* [DATA FOR THIS EXERCISE]:
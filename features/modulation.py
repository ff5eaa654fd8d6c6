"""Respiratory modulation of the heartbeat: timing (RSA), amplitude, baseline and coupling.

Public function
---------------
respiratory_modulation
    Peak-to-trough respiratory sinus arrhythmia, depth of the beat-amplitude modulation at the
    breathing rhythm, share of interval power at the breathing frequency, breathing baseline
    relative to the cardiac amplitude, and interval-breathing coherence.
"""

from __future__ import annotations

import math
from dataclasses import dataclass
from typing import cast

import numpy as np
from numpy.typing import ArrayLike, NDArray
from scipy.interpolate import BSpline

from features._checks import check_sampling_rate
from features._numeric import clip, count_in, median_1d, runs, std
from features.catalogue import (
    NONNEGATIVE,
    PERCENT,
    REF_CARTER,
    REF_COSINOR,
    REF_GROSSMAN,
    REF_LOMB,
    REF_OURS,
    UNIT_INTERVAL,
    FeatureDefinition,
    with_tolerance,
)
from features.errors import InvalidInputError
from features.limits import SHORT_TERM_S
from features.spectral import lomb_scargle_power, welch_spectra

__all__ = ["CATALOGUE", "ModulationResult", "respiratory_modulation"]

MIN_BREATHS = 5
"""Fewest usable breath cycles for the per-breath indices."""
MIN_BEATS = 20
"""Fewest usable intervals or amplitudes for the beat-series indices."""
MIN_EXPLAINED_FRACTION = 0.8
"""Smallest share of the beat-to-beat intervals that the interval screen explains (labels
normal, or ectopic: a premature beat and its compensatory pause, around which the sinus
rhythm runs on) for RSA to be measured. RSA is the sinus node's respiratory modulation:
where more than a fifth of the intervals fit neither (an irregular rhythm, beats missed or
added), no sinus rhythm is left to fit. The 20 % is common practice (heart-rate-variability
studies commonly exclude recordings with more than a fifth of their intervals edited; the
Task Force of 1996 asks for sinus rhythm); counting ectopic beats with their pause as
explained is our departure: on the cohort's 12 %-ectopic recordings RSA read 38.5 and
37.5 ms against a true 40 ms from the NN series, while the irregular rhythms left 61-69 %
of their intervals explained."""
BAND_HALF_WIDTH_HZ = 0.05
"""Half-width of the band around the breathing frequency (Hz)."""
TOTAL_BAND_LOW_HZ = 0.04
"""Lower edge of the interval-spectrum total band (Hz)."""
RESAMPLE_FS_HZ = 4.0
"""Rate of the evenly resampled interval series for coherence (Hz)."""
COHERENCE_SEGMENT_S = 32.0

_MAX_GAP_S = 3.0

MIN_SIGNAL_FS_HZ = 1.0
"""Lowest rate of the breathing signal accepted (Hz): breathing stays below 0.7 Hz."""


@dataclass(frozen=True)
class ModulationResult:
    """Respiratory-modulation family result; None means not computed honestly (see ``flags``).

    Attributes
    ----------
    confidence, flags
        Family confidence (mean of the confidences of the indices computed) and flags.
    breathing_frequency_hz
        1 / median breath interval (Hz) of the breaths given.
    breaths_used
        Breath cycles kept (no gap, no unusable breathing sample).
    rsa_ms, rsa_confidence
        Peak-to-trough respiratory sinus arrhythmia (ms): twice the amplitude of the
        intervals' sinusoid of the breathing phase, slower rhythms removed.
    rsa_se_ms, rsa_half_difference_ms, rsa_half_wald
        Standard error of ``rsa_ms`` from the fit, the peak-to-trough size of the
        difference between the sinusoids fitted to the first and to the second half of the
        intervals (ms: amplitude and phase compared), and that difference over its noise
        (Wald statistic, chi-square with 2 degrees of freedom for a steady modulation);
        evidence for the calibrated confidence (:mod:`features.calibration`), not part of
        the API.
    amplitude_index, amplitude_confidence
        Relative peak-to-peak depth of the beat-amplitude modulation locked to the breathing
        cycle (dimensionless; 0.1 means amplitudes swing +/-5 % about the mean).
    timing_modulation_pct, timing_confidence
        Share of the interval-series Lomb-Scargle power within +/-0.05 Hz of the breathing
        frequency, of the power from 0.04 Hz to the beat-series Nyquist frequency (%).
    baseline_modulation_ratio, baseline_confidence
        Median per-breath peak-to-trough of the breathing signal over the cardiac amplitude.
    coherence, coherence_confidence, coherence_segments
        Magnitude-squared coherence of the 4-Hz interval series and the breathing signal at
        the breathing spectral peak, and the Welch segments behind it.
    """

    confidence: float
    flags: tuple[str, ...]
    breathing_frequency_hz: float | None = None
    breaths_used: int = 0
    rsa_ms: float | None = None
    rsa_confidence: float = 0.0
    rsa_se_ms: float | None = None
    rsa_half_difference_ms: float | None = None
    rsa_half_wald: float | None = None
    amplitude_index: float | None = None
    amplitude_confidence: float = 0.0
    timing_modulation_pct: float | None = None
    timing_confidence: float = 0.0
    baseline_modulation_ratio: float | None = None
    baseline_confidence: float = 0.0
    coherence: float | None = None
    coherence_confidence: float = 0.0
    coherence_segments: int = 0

* [EXERCISE GOAL]: Nothing should appear in the answer except the lines from the one with "timing_modulation_pct: float |" through the final line of the records, written exactly.

* [RESPONSE TO THIS EXERCISE]:
    timing_modulation_pct: float | None = None
    timing_confidence: float = 0.0
    baseline_modulation_ratio: float | None = None
    baseline_confidence: float = 0.0
    coherence: float | None = None
    coherence_confidence: float = 0.0
    coherence_segments: int = 0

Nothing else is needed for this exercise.